## WHAT THIS TASK INVOLVES:
Work through the records below and copy every line that includes "from".

[Collected data]

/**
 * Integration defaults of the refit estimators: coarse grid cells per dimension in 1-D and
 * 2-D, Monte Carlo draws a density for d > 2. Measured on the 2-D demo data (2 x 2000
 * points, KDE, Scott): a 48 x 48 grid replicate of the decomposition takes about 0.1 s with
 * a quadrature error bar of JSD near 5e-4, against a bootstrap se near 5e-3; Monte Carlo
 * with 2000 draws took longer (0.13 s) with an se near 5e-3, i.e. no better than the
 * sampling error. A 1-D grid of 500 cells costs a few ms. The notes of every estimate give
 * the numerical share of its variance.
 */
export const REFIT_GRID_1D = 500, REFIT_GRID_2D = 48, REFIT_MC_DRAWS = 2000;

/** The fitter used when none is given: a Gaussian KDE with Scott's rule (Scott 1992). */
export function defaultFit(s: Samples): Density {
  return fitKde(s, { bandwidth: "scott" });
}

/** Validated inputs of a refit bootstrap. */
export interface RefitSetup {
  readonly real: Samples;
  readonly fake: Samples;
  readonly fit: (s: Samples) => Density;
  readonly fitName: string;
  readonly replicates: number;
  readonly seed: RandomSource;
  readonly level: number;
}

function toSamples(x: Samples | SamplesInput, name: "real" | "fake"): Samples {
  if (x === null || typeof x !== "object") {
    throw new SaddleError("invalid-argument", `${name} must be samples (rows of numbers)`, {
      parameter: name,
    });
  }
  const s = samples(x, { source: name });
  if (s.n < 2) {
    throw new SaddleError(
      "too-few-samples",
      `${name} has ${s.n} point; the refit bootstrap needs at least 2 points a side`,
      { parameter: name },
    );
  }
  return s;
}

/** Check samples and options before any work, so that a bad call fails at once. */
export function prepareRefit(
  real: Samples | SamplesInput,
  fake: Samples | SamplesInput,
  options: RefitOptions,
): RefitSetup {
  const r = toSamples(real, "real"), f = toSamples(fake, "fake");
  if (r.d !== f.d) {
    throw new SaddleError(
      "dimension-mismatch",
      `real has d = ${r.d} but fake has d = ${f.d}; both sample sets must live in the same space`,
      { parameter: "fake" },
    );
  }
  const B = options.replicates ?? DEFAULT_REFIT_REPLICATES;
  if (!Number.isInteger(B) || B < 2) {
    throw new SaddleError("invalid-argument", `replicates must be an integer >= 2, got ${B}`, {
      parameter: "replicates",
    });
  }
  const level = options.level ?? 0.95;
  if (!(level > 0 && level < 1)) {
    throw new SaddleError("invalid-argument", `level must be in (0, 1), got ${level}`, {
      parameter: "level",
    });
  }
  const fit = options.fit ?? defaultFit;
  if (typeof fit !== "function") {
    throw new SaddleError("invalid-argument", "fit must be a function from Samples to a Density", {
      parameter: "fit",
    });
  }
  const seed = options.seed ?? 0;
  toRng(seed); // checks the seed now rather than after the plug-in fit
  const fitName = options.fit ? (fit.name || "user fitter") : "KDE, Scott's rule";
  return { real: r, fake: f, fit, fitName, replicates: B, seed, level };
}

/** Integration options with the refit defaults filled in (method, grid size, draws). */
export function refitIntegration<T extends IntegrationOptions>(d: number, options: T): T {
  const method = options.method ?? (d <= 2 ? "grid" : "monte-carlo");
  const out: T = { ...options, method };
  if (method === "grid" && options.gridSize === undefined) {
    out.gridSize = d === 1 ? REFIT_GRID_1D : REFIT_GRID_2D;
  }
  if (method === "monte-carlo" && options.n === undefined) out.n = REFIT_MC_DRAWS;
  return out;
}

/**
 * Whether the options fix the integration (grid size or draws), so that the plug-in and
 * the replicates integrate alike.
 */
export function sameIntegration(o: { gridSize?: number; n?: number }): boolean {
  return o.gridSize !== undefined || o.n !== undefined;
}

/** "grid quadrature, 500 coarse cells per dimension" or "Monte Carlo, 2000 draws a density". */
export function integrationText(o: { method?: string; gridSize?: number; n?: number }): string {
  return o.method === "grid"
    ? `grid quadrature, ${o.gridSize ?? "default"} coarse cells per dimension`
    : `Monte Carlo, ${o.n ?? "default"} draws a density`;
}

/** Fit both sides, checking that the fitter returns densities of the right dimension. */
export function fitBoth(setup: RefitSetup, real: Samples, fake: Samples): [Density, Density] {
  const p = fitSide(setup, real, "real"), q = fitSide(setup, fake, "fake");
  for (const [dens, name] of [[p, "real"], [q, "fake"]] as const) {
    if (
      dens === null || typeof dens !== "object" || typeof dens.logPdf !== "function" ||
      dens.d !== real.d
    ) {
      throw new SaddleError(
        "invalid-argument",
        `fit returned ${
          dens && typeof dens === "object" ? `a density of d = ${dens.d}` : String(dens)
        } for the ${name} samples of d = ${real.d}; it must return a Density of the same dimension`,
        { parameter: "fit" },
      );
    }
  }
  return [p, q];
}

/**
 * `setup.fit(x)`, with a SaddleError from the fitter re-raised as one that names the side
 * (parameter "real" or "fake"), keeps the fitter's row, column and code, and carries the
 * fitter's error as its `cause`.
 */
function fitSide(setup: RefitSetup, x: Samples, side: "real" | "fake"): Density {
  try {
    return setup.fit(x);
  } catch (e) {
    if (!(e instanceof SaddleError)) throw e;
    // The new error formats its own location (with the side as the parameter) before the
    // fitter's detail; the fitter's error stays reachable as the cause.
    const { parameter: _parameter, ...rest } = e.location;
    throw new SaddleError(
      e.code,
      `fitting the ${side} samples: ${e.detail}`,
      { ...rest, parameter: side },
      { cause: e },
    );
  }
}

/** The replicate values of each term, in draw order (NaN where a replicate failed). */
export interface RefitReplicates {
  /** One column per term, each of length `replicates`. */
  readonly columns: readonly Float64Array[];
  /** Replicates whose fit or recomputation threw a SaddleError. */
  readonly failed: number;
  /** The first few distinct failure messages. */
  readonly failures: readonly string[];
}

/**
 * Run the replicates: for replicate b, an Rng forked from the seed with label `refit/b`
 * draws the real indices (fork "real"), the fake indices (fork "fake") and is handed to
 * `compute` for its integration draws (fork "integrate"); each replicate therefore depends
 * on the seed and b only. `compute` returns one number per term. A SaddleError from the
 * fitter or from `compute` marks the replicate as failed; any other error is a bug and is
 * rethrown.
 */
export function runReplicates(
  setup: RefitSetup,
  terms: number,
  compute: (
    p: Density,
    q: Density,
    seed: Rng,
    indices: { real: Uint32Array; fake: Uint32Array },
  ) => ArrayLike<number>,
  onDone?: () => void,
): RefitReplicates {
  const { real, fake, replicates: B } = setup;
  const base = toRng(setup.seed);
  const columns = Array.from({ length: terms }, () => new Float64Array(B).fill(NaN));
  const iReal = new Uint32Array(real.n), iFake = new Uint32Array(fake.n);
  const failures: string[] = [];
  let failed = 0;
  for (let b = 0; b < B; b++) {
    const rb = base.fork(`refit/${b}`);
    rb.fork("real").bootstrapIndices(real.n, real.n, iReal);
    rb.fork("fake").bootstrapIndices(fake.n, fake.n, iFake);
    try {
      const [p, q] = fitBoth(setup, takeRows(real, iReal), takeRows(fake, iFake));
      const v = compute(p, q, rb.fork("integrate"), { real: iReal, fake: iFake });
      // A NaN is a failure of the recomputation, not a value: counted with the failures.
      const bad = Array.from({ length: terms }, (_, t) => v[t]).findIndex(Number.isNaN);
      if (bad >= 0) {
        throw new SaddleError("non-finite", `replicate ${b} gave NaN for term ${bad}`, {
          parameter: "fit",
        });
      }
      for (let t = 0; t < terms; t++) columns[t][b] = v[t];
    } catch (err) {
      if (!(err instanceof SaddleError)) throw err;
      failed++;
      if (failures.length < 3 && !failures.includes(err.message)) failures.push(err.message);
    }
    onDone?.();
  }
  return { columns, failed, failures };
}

## YOUR RESPONSE:
    throw new SaddleError("invalid-argument", "fit must be a function from Samples to a Density", {
 * `setup.fit(x)`, with a SaddleError from the fitter re-raised as one that names the side
 * Run the replicates: for replicate b, an Rng forked from the seed with label `refit/b`
 * on the seed and b only. `compute` returns one number per term. A SaddleError from the
 * fitter or from `compute` marks the replicate as failed; any other error is a bug and is
  const columns = Array.from({ length: terms }, () => new Float64Array(B).fill(NaN));
      const bad = Array.from({ length: terms }, (_, t) => v[t]).findIndex(Number.isNaN);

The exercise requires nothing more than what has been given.